## WORK TASK
Once the line containing "describe('records', () =>" is found in the entries below, reproduce it and every line after it, stopping at and including the line containing "describe('csv-spectrum 2.0.0', ()"; reproduce nothing else, and keep each line exact.

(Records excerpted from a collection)
import { readFileSync, readdirSync } from 'node:fs'
import { createRequire } from 'node:module'
import { dirname, join } from 'node:path'
import fc from 'fast-check'
import { describe, expect, it } from 'vitest'
import { bareCell, cellRange, csvRecords } from '../../../../shared/settings/csv-records'

const cellsOf = (text: string, delimiter = ',') => {
  const found = csvRecords(text, delimiter, 0)
  return found.ok ? found.records.map(record => record.cells) : `fault ${found.offset}`
}
const withoutEmpty = (records: ReturnType<typeof cellsOf>) => typeof records === 'string' ? records : records.filter(cells => cells.some(cell => cell !== ''))

describe('records', () => {
  // RFC 4180, section 2, rules 1, 2, 5, 6 and 7, with LF for CR LF as the reader makes it before.
  it.each([
    ['aaa,bbb,ccc\nzzz,yyy,xxx\n', [['aaa', 'bbb', 'ccc'], ['zzz', 'yyy', 'xxx']]],
    ['aaa,bbb,ccc\nzzz,yyy,xxx', [['aaa', 'bbb', 'ccc'], ['zzz', 'yyy', 'xxx']]],
    ['"aaa","bbb","ccc"\nzzz,yyy,xxx', [['aaa', 'bbb', 'ccc'], ['zzz', 'yyy', 'xxx']]],
    ['"aaa","b\nbb","ccc"\nzzz,yyy,xxx', [['aaa', 'b\nbb', 'ccc'], ['zzz', 'yyy', 'xxx']]],
    ['"aaa","b""bb","ccc"', [['aaa', 'b"bb', 'ccc']]],
  ])('of %j', (text, records) => expect(withoutEmpty(cellsOf(text))).toEqual(records))

  // RFC 4180, section 2, rule 4: spaces belong to the cell.
  it('keep spaces', () => expect(cellsOf(' a ,b ')).toEqual([[' a ', 'b ']]))

  it.each([
    ['a"b,c', 1], ['a,b"', 3], ['"a"b,c', 3], ['"a" ,b', 3], ['"a', 0], ['x\n"a\nb', 2], ['"a""', 0], ['"a"""b', 5], ['a,"b""', 2], [' "a"', 1],
  ])('of %j: a quote is out of place at %d', (text, offset) => expect(cellsOf(text)).toBe(`fault ${offset}`))

  it.each([['""', ['']], ['"",""', ['', '']], ['""""', ['"']], ['"a,b"', ['a,b']], ['"a\n\nb"', ['a\n\nb']]])('of %j', (text, cells) => expect(cellsOf(text)).toEqual([cells]))
})

describe('csv-spectrum 2.0.0', () => {
  // location_coordinates is not valid UTF-8 and is a test for decoding, not for records.
  const folder = dirname(createRequire(import.meta.url).resolve('csv-spectrum'))
  const names = readdirSync(join(folder, 'csvs')).map(file => file.replace('.csv', '')).filter(name => name !== 'location_coordinates')

  it('is there', () => expect(names.length).toBe(11))

  for (const name of names) {
    it(name, () => {
      const text = readFileSync(join(folder, 'csvs', `${name}.csv`), 'utf8').replace(/\r\n?/g, '\n')
      const [header = [], ...rows] = cellsOf(text) as string[][]
      const records = rows.filter(cells => cells.length === header.length).map(cells => Object.fromEntries(header.map((key, index) => [key, cells[index]])))
      const expected = JSON.parse(readFileSync(join(folder, 'json', `${name}.json`), 'utf8').replaceAll('\\r\\n', '\\n')) as unknown
      expect(records).toEqual(expected)
    })
  }
})

describe('any table', () => {
  const cell = fc.string({ unit: fc.constantFrom('a', 'ß', '"', ',', ';', '\n', ' ', '\'', '1'), maxLength: 5 })
  const table = fc.integer({ min: 2, max: 5 }).chain(width => fc.array(fc.array(cell, { minLength: width, maxLength: width }), { minLength: 1, maxLength: 5 }))
  const written = (text: string) => /["\n,;]/.test(text) ? `"${text.replaceAll('"', '""')}"` : text

  it.each([',', ';', '\t'])('written with %j is read again', (delimiter) => {
    fc.assert(fc.property(table, (rows) => {
      expect(cellsOf(rows.map(cells => cells.map(written).join(delimiter)).join('\n'), delimiter)).toEqual(rows)
    }), { numRuns: 500 })
  })

  it('has each record and cell where it is said to be', () => {
    fc.assert(fc.property(table, (rows) => {
      const text = `head\n${rows.map(cells => cells.map(written).join(',')).join('\n')}`
      const found = csvRecords(text, ',', 5)
      if (!found.ok) return false
      found.records.forEach(({ cells, offset }) => cells.forEach((each, index) => {
        const { start, end } = cellRange(text, ',', offset, index)
        expect(bareCell(text.slice(start, end))).toBe(each)
      }))
      return found.records.length === rows.length
    }), { numRuns: 500 })
  })
})

describe('cellRange', () => {
  it('ends with the record where it has no such cell', () => {
    expect(cellRange('a,b\nc', ',', 0, 4)).toEqual({ start: 2, end: 3 })
    expect(cellRange('a,b', ',', 0, 4)).toEqual({ start: 2, end: 3 })
  })
})

describe('bareCell', () => {
  it.each([['a', 'a'], ['"a"', 'a'], ['"a""b"', 'a"b'], ['""', ''], ['', '']])('of %s is %s', (cell, text) => expect(bareCell(cell)).toBe(text))
})
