import { createHash } from 'node:crypto'
import { describe, expect, it } from 'vitest'
import { canonicalText } from '../../../../shared/settings/canonical'
import { emptyContent } from '../../../../shared/settings/content'
import { hashesOf } from '../../../../shared/settings/hash'

const sha256 = (bytes: Uint8Array) => new Uint8Array(createHash('sha256').update(bytes).digest())

describe('the hashes of a content', () => {
  it('are those of the format for the empty linear content', () => {
    const content = emptyContent('linear')
    expect(canonicalText(content)).toBe('{"axisKind":"linear","extra":{},"moves":[],"setup":{},"zones":[]}')
    const hash = 'c4e62043335fbe676734ef78d0edd99b10c05e7591df9684f5954e438bcaf72f'
    expect(hashesOf(content, sha256)).toEqual({ contentHash: hash, copyHash: hash, scribeCode: 'RKK20-GSKBY' })
  })
})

## REPLY
describe('records', () => {
  // RFC 4180, section 2, rules 1, 2, 5, 6 and 7, with LF for CR LF as the reader makes it before.
  it.each([
    ['aaa,bbb,ccc\nzzz,yyy,xxx\n', [['aaa', 'bbb', 'ccc'], ['zzz', 'yyy', 'xxx']]],
    ['aaa,bbb,ccc\nzzz,yyy,xxx', [['aaa', 'bbb', 'ccc'], ['zzz', 'yyy', 'xxx']]],
    ['"aaa","bbb","ccc"\nzzz,yyy,xxx', [['aaa', 'bbb', 'ccc'], ['zzz', 'yyy', 'xxx']]],
    ['"aaa","b\nbb","ccc"\nzzz,yyy,xxx', [['aaa', 'b\nbb', 'ccc'], ['zzz', 'yyy', 'xxx']]],
    ['"aaa","b""bb","ccc"', [['aaa', 'b"bb', 'ccc']]],
  ])('of %j', (text, records) => expect(withoutEmpty(cellsOf(text))).toEqual(records))

  // RFC 4180, section 2, rule 4: spaces belong to the cell.
  it('keep spaces', () => expect(cellsOf(' a ,b ')).toEqual([[' a ', 'b ']]))

  it.each([
    ['a"b,c', 1], ['a,b"', 3], ['"a"b,c', 3], ['"a" ,b', 3], ['"a', 0], ['x\n"a\nb', 2], ['"a""', 0], ['"a"""b', 5], ['a,"b""', 2], [' "a"', 1],
  ])('of %j: a quote is out of place at %d', (text, offset) => expect(cellsOf(text)).toBe(`fault ${offset}`))

  it.each([['""', ['']], ['"",""', ['', '']], ['""""', ['"']], ['"a,b"', ['a,b']], ['"a\n\nb"', ['a\n\nb']]])('of %j', (text, cells) => expect(cellsOf(text)).toEqual([cells]))
})

describe('csv-spectrum 2.0.0', () => {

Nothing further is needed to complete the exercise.